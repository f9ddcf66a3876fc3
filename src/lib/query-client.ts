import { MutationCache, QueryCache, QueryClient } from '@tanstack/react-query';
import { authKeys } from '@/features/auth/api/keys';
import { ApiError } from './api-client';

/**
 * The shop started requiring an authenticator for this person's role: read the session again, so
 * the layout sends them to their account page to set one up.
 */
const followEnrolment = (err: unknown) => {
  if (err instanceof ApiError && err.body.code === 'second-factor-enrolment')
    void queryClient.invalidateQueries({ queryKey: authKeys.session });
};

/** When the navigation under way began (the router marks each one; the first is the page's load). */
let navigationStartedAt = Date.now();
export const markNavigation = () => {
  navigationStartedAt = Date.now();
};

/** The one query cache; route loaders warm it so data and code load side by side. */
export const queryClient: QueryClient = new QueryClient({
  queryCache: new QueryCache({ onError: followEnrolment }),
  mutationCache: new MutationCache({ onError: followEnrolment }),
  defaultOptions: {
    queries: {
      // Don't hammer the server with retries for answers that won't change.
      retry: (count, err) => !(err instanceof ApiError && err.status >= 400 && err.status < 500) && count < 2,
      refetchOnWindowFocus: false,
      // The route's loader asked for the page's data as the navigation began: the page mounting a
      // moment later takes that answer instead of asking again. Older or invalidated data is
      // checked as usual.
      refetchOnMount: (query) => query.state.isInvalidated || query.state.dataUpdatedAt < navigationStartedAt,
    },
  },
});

•••••

Only the lines with the string "QueryCache" are wanted; pick them out of the records above and copy them.

- Task output
import { MutationCache, QueryCache, QueryClient } from '@tanstack/react-query';
  queryCache: new QueryCache({ onError: followEnrolment }),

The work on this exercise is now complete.